**DESCRIPTION OF THE TASK**
Please show every line from the entries that carries the word "receiver".

DATASET EXCERPTS Start Marker

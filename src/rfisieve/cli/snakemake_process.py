"""``python -m rfisieve.cli.snakemake_process ARGS``: ``python -m snakemake ARGS`` as
``rfisieve run`` starts it.

The same command line and the same Snakemake; only the process's end differs: once
Snakemake's ``main`` has returned (its locks released, its log written, the jobs'
metadata stored) and the exit handlers have run, the process ends without Python's
module teardown (:func:`rfisieve.cli.ending.end_process`).  That teardown took
0.17 s after the review job of every night (a poll of /proc around ``rfisieve run``
on the bench scan and on one small scan, 2026-12-03).  ``rfisieve run --print-command``
prints the plain ``python -m snakemake`` command, which does the same work.
"""

import sys

#: The module's name as it appears in the command line (:mod:`rfisieve.cli.guard`
#: recognises both this and ``snakemake`` as a Snakemake process).
MODULE = "rfisieve.cli.snakemake_process"


def main():
    from rfisieve.cli.ending import end_process, exit_status
    from snakemake.cli import main as snakemake_main

    sys.argv[0] = "snakemake"  # Snakemake's messages name itself
    try:
        snakemake_main()
        rc = 0
    except SystemExit as stop:
        rc = exit_status(stop.code)
    end_process(rc)


if __name__ == "__main__":
    main()
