"""A receiver's bandpass, followed exactly, and the two tests built on it: persistent
emission on long baselines of time, and compact time-frequency shapes.

Model of a receiver's clean power (radiometer physics; common practice):
x(t, f) = g(t) b(f) S(t, f) (1 + n), a slow gain g times a bandpass b that is fixed
over minutes (steep anti-aliasing edges, knees, shoulders and all), a slow sky
factor S, and noise n of relative rms 1 / sqrt(N).  The bandpass is taken per block
of ``bandpass_dumps`` dumps as each channel's *lower quantile along time*
(:func:`block_bandpass`): it follows any spectral shape exactly, whatever its edges
and knees, because no smoothing runs along frequency.  The SumThreshold flagger then
fits its smooth surface to x / b, where only g S is left: slow in time and smooth in
frequency, so the surface can use a large frequency scale, and an emitter tens of
channels wide stands out of it instead of being absorbed.

What a time quantile absorbs, an emitter present in most of a block's window,
is found by :func:`persistent_flags`: per block of L dumps the channels' mean power is
compared with a frequency-robust baseline, the running median over channels of the
bandpass (a monotone edge or knee is returned exactly by a centred running median).
A 1-sigma carrier in every dump is a sqrt(L)-sigma excess of the block mean.

Blocks are aligned to absolute dump numbers (block k holds dumps k L .. k L + L - 1),
so a chunk of a scan cut anywhere sees the whole scan's blocks away from its ends
(the halo rule is in :func:`rfisieve.detect.sumthreshold.sumthreshold_halo`).
"""

import math

import numpy as np

from rfisieve.detect import _bandpass_kernels as kernels
from rfisieve.detect.background import MAD_TO_SIGMA  # noqa: F401  (one home: 1 / Phi^-1(3/4))

__all__ = ["block_bandpass", "persistent_flags", "persistence_test", "BlockMeans", "compact_flags",
           "edge_flags", "block_lengths", "COMPACT_SHAPES", "EDGE_SIGMA", "bandpass_reach"]


#: Sub-blocks (dumps) in which a channel found by the persistence test is flagged, and
#: the excess (sigma of the sub-block mean) it must show there: an emitter that
#: switches off within a long block is not flagged while it is off.
SUB_DUMPS = 64
REFINE_SIGMA = 2.5
#: ... and within a sub-block, the parts of PART_DUMPS where it shows PART_SIGMA: an
#: on/off switch costs a quarter sub-block instead of a whole one, while a 0.5-sigma
#: carrier (2 sigma in 16 dumps) keeps about 93 % of its parts.
PART_DUMPS = 16
PART_SIGMA = 1.0
#: A part flagged alone (neither neighbour flagged) must show ISOLATED_PART_SIGMA: noise
#: passes PART_SIGMA in norm.sf(1) = 16 % of the parts (scipy.stats), so the off parts
#: of a sub-block that an emitter fills in part were flagged a whole part at a time;
#: norm.sf(2) = 2.3 %.  An emitter on for a part or more at 1 sigma shows 4 sigma
#: there, and a steady carrier's parts lie in runs.
ISOLATED_PART_SIGMA = 2.0

#: A box must pass also without its largest sample, at COMPACT_REST z sqrt(n - 1): a
#: bright sample that SumThreshold left (a carrier just under chi_1, or its neighbour
#: through the channel response) would otherwise lift wide boxes of clean samples
#: around it, while a pulse spread over the box passes (3 sigma x 3 channels: 4.2
#: sigma without its top sample against 0.6 x 4.5 = 2.7).
COMPACT_REST = 0.6

#: Boxes (dumps, channels) of the compact-shape test: short pulses a few channels wide
#: and a few dumps long (the 1 x 1 box is SumThreshold's M = 1 window already).
COMPACT_SHAPES = ((1, 2), (1, 3), (1, 4), (1, 6), (2, 1), (2, 2), (2, 3), (3, 1), (3, 3))

#: Threshold of :func:`edge_flags`, in noise sigma of one sample: a clean sample next to
#: a detection passes it with probability norm.sf(3) = 1.35e-3 (scipy.stats).
EDGE_SIGMA = 3.0


#: The persistence test's threshold where the baseline is rougher than the noise:
#: z + RIPPLE_FACTOR s_r, s_r = sqrt(s**2 - 1) the roughness beyond the noise (s: the
#: robust scatter of the excesses, in noise sigma).  A ripple left by the running
#: median (a standing wave of a few channels' period) has a robust scatter of 1.05
#: times its amplitude (1.4826 MAD of A sin: 1.4826 x 0.707 A), so 3 s_r clears its
#: peaks three times over, where z s (6 s) asked an emitter to stand 6 ripple
#: amplitudes out: a 7-channel block at 5 sigma per dump on a 3 % ripple was missed.
RIPPLE_FACTOR = 3.0

#: The persistence test's temporal baselines (the scan's reference shape) run in a set of
#: blocks only where the spectral ones are rougher than this, in noise sigma (the robust
#: scatter s of the excess over them, see :func:`persistent_flags`): where the spectral
#: baselines follow the bandpass to within about the noise, the temporal test finds
#: what they find (field scenes, tuning seeds: recall and false alarms within 0.001 of
#: each other with it run everywhere), and run everywhere it cost 5 % of the engine's
#: time on the bench scan (7.3 -> 7.65 s; tests/ and bench/throughput.py's scan).
TEMPORAL_FROM = 1.5


#: Passes of the persistence test's running median over channels: each later one
#: replaces the runs of 3 or more channels standing above the previous one by more than
#: BASELINE_CUT robust sigma by the interpolation of their neighbours (:func:`_baselines`).
BASELINE_PASSES = 3
BASELINE_CUT = 3.0


#: A jump of a bandpass by more than STEP_SIGMA channel sigmas whose level holds (an
#: in-band shoulder) parts the running median (:func:`_steps`).
STEP_SIGMA = 10.0


#: Dumps averaged before the bandpass quantile (aligned to absolute dump numbers).
GROUP_DUMPS = 8

#: The time quantile q of :func:`block_bandpass`: an emitter present in up to 1 - q of
#: a window's dumps leaves it (nearly) unmoved.  A median (q = 1/2) absorbed a
#: satellite pass that filled 60 % of a window; q = 1/4 costs 18 % more variance than
#: the median (p (1 - p) / phi(z_p)**2 = 1.86 against pi / 2, per dump and n).
BANDPASS_QUANTILE = 0.25


def _blocks(t0, n, length):
    """(k, a, b) for the aligned blocks of ``length`` dumps that overlap plane rows
    0 .. n - 1 (a, b: the block's rows within the plane)."""
    out = []
    k = int(t0) // length
    while k * length < t0 + n:
        a, b = max(0, k * length - t0), min(n, (k + 1) * length - t0)
        out.append((k, a, b))
        k += 1
    return out
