"""``python -m rfisieve.cli``: the same as the ``rfisieve`` command."""

import sys

from rfisieve.cli import main

sys.exit(main())
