def failed_text(rows, total=None):
    """Terminal lines naming each failed scan with its one-line reason."""
    if not rows:
        return []
    of = f" of {total}" if total else ""
    plural = "s" if (total or len(rows)) != 1 else ""
    lines = [f"{len(rows)}{of} scan{plural} failed (listed in failed_scans.csv):"]
    for r in rows:
        lines.append(f"  {r['scan']} [{r['stage']}]: {r['reason']}")
    return lines


# -- commands -------------------------------------------------------------------------
def cmd_flag(args):
    from rfisieve.cli import _run_settings

    from rfisieve.errors import ConfigError

    run = _run_settings(args)
    if args.jobs_at_once < 1:
        raise ConfigError("--jobs-at-once", f"{args.jobs_at_once}: expected a whole number >= 1")
    expect = json.loads(args.expect) if args.expect else None
    flag_scans(args.scans, args.outdir, run, expect=expect, keep_partial=args.keep_partial,
               strict=args.strict, jobs=args.jobs_at_once)
    return 0


def cmd_wrap_up(args):
    flagged, failed = wrap_up(args.outdir, args.records, bands_dir=args.bands_dir, previous=args.previous,
                              workers=args.workers)
    print(f"rfisieve wrap-up: {len(flagged)} scan(s) flagged, {len(failed)} failed; review page "
          f"{os.path.join(args.outdir, 'report', 'index.html')}", file=sys.stderr)
    for line in failed_text(failed, len(flagged) + len(failed)):
        print(line, file=sys.stderr)
    return 0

DATASET EXCERPTS End Marker

**PROBLEM SOLUTION**
"""A receiver's bandpass, followed exactly, and the two tests built on it: persistent
Model of a receiver's clean power (radiometer physics; common practice):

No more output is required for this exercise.